*** Block opens ***

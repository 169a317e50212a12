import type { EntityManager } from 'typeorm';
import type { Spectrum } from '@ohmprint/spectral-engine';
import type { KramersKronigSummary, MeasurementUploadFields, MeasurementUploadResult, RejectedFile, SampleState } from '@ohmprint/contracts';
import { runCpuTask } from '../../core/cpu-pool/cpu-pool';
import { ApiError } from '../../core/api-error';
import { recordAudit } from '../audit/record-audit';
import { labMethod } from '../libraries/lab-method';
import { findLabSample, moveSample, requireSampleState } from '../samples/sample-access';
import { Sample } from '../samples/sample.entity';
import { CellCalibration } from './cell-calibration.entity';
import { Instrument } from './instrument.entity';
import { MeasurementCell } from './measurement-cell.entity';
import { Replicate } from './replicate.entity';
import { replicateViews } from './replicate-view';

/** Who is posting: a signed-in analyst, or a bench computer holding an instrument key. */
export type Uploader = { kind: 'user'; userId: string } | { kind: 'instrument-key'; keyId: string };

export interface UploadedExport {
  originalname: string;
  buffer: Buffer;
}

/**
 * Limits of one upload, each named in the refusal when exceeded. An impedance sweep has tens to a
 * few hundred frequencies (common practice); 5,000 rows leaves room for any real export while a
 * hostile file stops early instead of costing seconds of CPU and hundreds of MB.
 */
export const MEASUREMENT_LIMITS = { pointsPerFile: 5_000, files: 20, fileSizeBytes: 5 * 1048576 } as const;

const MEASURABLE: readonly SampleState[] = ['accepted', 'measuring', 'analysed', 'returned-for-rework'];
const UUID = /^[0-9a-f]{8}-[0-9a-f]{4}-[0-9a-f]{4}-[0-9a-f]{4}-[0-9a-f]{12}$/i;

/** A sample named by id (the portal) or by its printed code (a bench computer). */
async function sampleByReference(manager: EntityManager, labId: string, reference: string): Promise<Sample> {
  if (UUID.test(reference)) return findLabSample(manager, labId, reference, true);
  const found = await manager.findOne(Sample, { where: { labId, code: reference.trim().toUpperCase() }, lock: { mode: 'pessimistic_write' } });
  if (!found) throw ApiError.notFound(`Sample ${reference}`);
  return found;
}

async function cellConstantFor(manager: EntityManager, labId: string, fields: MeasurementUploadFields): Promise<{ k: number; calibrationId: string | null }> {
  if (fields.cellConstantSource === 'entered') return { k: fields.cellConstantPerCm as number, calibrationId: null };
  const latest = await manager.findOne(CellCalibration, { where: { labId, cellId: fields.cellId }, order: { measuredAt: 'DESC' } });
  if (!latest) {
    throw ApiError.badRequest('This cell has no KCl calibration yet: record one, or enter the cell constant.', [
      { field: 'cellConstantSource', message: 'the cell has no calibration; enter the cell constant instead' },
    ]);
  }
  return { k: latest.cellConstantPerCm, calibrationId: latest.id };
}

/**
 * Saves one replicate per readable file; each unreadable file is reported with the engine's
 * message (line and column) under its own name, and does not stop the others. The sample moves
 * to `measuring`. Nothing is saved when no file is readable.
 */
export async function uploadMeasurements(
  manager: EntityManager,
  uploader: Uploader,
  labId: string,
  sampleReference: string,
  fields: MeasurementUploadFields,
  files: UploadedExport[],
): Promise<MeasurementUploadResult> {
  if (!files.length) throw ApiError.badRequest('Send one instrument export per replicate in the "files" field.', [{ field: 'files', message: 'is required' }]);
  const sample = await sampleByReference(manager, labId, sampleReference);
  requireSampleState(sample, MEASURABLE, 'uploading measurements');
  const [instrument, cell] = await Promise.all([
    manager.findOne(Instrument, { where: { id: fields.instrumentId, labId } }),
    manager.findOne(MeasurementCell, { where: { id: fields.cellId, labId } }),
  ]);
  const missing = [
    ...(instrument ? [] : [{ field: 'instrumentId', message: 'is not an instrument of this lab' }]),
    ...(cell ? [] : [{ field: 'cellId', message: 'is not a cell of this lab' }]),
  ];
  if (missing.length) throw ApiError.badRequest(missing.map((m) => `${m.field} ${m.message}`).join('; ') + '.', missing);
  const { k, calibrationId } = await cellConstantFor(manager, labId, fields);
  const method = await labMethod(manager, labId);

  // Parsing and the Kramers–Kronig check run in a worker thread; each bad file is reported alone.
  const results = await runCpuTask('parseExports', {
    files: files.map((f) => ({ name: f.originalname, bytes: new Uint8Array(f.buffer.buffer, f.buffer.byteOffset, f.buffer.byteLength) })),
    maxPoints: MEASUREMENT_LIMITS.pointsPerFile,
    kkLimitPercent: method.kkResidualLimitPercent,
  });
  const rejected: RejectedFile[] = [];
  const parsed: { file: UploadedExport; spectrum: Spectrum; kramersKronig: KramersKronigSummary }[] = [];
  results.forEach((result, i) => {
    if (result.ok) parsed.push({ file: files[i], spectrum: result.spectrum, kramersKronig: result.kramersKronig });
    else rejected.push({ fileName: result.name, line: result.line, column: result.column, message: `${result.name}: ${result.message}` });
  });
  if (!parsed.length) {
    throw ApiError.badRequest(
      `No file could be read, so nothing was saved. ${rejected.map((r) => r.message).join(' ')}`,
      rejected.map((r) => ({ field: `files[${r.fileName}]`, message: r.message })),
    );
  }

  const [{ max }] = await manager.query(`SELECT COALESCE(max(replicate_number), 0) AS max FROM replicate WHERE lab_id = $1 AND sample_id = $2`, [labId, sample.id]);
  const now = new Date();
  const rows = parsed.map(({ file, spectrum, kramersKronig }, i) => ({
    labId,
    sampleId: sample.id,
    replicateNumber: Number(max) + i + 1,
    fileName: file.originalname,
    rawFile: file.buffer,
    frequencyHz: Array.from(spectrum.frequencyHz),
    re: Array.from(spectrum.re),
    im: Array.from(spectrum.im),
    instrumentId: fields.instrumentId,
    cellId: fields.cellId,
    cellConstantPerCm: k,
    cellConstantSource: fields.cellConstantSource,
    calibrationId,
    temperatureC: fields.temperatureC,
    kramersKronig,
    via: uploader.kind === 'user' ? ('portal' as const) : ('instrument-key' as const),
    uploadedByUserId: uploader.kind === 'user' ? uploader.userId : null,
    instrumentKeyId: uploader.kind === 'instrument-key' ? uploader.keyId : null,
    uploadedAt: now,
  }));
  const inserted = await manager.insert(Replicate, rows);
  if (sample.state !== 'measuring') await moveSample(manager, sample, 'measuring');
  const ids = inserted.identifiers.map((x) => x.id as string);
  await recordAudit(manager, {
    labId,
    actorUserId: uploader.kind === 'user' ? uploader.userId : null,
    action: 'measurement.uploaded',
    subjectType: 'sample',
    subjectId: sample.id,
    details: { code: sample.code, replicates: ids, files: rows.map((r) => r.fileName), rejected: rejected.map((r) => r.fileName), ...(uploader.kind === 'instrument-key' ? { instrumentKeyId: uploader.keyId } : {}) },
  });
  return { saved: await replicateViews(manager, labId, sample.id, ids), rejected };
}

*** Block closes ***

REQUIREMENT: Return the entries above word for word.

EXPECTED ANSWER:
repository 169a317e50212a12
import type { EntityManager } from 'typeorm';
import type { Spectrum } from '@ohmprint/spectral-engine';
import type { KramersKronigSummary, MeasurementUploadFields, MeasurementUploadResult, RejectedFile, SampleState } from '@ohmprint/contracts';
import { runCpuTask } from '../../core/cpu-pool/cpu-pool';
import { ApiError } from '../../core/api-error';
import { recordAudit } from '../audit/record-audit';
import { labMethod } from '../libraries/lab-method';
import { findLabSample, moveSample, requireSampleState } from '../samples/sample-access';
import { Sample } from '../samples/sample.entity';
import { CellCalibration } from './cell-calibration.entity';
import { Instrument } from './instrument.entity';
import { MeasurementCell } from './measurement-cell.entity';
import { Replicate } from './replicate.entity';
import { replicateViews } from './replicate-view';

/** Who is posting: a signed-in analyst, or a bench computer holding an instrument key. */
export type Uploader = { kind: 'user'; userId: string } | { kind: 'instrument-key'; keyId: string };

export interface UploadedExport {
  originalname: string;
  buffer: Buffer;
}

/**
 * Limits of one upload, each named in the refusal when exceeded. An impedance sweep has tens to a
 * few hundred frequencies (common practice); 5,000 rows leaves room for any real export while a
 * hostile file stops early instead of costing seconds of CPU and hundreds of MB.
 */
export const MEASUREMENT_LIMITS = { pointsPerFile: 5_000, files: 20, fileSizeBytes: 5 * 1048576 } as const;

const MEASURABLE: readonly SampleState[] = ['accepted', 'measuring', 'analysed', 'returned-for-rework'];
const UUID = /^[0-9a-f]{8}-[0-9a-f]{4}-[0-9a-f]{4}-[0-9a-f]{4}-[0-9a-f]{12}$/i;

/** A sample named by id (the portal) or by its printed code (a bench computer). */
async function sampleByReference(manager: EntityManager, labId: string, reference: string): Promise<Sample> {
  if (UUID.test(reference)) return findLabSample(manager, labId, reference, true);
  const found = await manager.findOne(Sample, { where: { labId, code: reference.trim().toUpperCase() }, lock: { mode: 'pessimistic_write' } });
  if (!found) throw ApiError.notFound(`Sample ${reference}`);
  return found;
}

async function cellConstantFor(manager: EntityManager, labId: string, fields: MeasurementUploadFields): Promise<{ k: number; calibrationId: string | null }> {
  if (fields.cellConstantSource === 'entered') return { k: fields.cellConstantPerCm as number, calibrationId: null };
  const latest = await manager.findOne(CellCalibration, { where: { labId, cellId: fields.cellId }, order: { measuredAt: 'DESC' } });
  if (!latest) {
    throw ApiError.badRequest('This cell has no KCl calibration yet: record one, or enter the cell constant.', [
      { field: 'cellConstantSource', message: 'the cell has no calibration; enter the cell constant instead' },
    ]);
  }
  return { k: latest.cellConstantPerCm, calibrationId: latest.id };
}

/**
 * Saves one replicate per readable file; each unreadable file is reported with the engine's
 * message (line and column) under its own name, and does not stop the others. The sample moves
 * to `measuring`. Nothing is saved when no file is readable.
 */
export async function uploadMeasurements(
  manager: EntityManager,
  uploader: Uploader,
  labId: string,
  sampleReference: string,
  fields: MeasurementUploadFields,
  files: UploadedExport[],
): Promise<MeasurementUploadResult> {
  if (!files.length) throw ApiError.badRequest('Send one instrument export per replicate in the "files" field.', [{ field: 'files', message: 'is required' }]);
  const sample = await sampleByReference(manager, labId, sampleReference);
  requireSampleState(sample, MEASURABLE, 'uploading measurements');
  const [instrument, cell] = await Promise.all([
    manager.findOne(Instrument, { where: { id: fields.instrumentId, labId } }),
    manager.findOne(MeasurementCell, { where: { id: fields.cellId, labId } }),
  ]);
  const missing = [
    ...(instrument ? [] : [{ field: 'instrumentId', message: 'is not an instrument of this lab' }]),
    ...(cell ? [] : [{ field: 'cellId', message: 'is not a cell of this lab' }]),
  ];
  if (missing.length) throw ApiError.badRequest(missing.map((m) => `${m.field} ${m.message}`).join('; ') + '.', missing);
  const { k, calibrationId } = await cellConstantFor(manager, labId, fields);
  const method = await labMethod(manager, labId);

  // Parsing and the Kramers–Kronig check run in a worker thread; each bad file is reported alone.
  const results = await runCpuTask('parseExports', {
    files: files.map((f) => ({ name: f.originalname, bytes: new Uint8Array(f.buffer.buffer, f.buffer.byteOffset, f.buffer.byteLength) })),
    maxPoints: MEASUREMENT_LIMITS.pointsPerFile,
    kkLimitPercent: method.kkResidualLimitPercent,
  });
  const rejected: RejectedFile[] = [];
  const parsed: { file: UploadedExport; spectrum: Spectrum; kramersKronig: KramersKronigSummary }[] = [];
  results.forEach((result, i) => {
    if (result.ok) parsed.push({ file: files[i], spectrum: result.spectrum, kramersKronig: result.kramersKronig });
    else rejected.push({ fileName: result.name, line: result.line, column: result.column, message: `${result.name}: ${result.message}` });
  });
  if (!parsed.length) {
    throw ApiError.badRequest(
      `No file could be read, so nothing was saved. ${rejected.map((r) => r.message).join(' ')}`,
      rejected.map((r) => ({ field: `files[${r.fileName}]`, message: r.message })),
    );
  }

  const [{ max }] = await manager.query(`SELECT COALESCE(max(replicate_number), 0) AS max FROM replicate WHERE lab_id = $1 AND sample_id = $2`, [labId, sample.id]);
  const now = new Date();
  const rows = parsed.map(({ file, spectrum, kramersKronig }, i) => ({
    labId,
    sampleId: sample.id,
    replicateNumber: Number(max) + i + 1,
    fileName: file.originalname,
    rawFile: file.buffer,
    frequencyHz: Array.from(spectrum.frequencyHz),
    re: Array.from(spectrum.re),
    im: Array.from(spectrum.im),
    instrumentId: fields.instrumentId,
    cellId: fields.cellId,
    cellConstantPerCm: k,
    cellConstantSource: fields.cellConstantSource,
    calibrationId,
    temperatureC: fields.temperatureC,
    kramersKronig,
    via: uploader.kind === 'user' ? ('portal' as const) : ('instrument-key' as const),
    uploadedByUserId: uploader.kind === 'user' ? uploader.userId : null,
    instrumentKeyId: uploader.kind === 'instrument-key' ? uploader.keyId : null,
    uploadedAt: now,
  }));
  const inserted = await manager.insert(Replicate, rows);
  if (sample.state !== 'measuring') await moveSample(manager, sample, 'measuring');
  const ids = inserted.identifiers.map((x) => x.id as string);
  await recordAudit(manager, {
    labId,
    actorUserId: uploader.kind === 'user' ? uploader.userId : null,
    action: 'measurement.uploaded',
    subjectType: 'sample',
    subjectId: sample.id,
    details: { code: sample.code, replicates: ids, files: rows.map((r) => r.fileName), rejected: rejected.map((r) => r.fileName), ...(uploader.kind === 'instrument-key' ? { instrumentKeyId: uploader.keyId } : {}) },
  });
  return { saved: await replicateViews(manager, labId, sample.id, ids), rejected };
}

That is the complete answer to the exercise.